▶ _WHAT YOU SHOULD DO_
For each line below that holds the word "only", make a copy.

Stored items from a collection:
== Segment start ==
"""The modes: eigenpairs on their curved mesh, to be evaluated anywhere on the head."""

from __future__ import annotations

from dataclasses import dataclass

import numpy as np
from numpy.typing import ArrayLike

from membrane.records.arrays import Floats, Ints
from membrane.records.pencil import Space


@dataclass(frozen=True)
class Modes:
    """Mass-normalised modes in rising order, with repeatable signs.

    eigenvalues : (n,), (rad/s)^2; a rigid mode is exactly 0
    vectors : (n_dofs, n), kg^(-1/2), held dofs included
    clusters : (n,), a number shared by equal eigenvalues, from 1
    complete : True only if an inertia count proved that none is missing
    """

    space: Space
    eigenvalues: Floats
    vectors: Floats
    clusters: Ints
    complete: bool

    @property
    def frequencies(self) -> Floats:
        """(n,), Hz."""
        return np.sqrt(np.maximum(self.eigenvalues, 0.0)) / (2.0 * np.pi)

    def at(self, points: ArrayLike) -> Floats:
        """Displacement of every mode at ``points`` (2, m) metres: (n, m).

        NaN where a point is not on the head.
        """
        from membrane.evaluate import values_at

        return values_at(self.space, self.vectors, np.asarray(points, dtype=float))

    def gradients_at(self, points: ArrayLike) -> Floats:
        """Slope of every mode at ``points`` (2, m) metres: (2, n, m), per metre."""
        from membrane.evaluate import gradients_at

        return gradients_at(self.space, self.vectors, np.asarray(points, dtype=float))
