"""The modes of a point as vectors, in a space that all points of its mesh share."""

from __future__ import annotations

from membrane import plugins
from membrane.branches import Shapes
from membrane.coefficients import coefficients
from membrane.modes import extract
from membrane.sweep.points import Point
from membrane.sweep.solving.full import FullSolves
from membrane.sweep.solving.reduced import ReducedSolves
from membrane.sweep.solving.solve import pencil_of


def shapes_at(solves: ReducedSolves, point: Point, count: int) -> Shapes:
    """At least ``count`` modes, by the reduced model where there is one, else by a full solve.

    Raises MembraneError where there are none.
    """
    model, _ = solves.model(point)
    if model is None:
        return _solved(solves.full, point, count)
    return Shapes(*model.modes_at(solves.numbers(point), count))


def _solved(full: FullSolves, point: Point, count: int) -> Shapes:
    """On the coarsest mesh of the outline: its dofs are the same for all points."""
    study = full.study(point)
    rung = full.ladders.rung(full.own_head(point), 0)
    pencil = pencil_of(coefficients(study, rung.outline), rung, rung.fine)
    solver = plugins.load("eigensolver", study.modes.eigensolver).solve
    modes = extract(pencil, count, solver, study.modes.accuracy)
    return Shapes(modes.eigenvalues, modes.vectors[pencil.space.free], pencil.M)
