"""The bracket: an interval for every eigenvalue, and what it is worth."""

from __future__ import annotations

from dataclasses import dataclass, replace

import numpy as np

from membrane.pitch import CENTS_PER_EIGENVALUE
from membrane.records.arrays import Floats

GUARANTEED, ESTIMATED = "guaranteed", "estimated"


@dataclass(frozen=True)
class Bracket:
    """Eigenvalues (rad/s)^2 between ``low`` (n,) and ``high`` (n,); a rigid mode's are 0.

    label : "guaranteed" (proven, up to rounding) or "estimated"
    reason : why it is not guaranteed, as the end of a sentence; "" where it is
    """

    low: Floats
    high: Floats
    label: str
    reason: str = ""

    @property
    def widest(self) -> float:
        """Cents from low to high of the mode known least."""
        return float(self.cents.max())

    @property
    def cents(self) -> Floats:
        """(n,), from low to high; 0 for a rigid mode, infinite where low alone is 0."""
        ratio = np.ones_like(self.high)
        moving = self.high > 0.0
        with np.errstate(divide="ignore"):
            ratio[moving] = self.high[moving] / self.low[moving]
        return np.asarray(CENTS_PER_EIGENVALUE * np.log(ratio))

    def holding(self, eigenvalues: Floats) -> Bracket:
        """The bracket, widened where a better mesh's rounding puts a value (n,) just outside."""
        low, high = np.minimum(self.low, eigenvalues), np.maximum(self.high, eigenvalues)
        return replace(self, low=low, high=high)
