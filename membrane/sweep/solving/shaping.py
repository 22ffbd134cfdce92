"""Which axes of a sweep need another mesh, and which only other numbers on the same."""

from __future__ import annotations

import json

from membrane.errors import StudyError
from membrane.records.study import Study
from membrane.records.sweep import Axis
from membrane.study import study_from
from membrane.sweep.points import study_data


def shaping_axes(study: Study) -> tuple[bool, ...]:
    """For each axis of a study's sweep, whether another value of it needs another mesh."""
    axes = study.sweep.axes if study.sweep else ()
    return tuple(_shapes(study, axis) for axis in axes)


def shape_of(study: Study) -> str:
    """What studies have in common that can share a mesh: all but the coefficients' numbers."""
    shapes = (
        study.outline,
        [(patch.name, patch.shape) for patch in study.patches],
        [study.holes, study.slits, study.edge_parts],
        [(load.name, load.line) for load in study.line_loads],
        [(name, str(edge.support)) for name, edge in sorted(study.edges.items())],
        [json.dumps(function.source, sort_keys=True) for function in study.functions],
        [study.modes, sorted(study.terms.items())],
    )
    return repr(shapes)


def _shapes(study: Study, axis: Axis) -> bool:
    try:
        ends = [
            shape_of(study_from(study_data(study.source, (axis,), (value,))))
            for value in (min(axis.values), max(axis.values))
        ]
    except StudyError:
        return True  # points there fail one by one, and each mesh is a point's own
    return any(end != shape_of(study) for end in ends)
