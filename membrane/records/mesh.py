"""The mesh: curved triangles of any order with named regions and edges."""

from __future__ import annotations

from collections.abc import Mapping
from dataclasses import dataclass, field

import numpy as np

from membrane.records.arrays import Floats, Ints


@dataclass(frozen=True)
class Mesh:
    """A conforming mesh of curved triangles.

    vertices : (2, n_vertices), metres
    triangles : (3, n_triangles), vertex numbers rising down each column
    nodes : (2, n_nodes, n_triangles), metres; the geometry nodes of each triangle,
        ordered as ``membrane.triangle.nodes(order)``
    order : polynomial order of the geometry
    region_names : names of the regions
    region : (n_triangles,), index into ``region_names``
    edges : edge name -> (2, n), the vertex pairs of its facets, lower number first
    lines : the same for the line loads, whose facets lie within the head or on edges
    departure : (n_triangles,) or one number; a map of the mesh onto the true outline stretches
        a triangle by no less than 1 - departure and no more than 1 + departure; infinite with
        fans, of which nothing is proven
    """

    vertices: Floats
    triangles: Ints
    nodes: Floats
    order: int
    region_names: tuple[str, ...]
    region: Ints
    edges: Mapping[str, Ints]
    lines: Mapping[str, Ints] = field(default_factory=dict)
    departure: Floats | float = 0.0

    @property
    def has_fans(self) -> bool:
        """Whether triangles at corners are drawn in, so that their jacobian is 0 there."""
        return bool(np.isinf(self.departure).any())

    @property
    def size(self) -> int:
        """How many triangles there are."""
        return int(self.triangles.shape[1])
== Segment end ==
▶ _EXERCISE OUTPUT_
    complete : True only if an inertia count proved that none is missing
"""Which axes of a sweep need another mesh, and which only other numbers on the same."""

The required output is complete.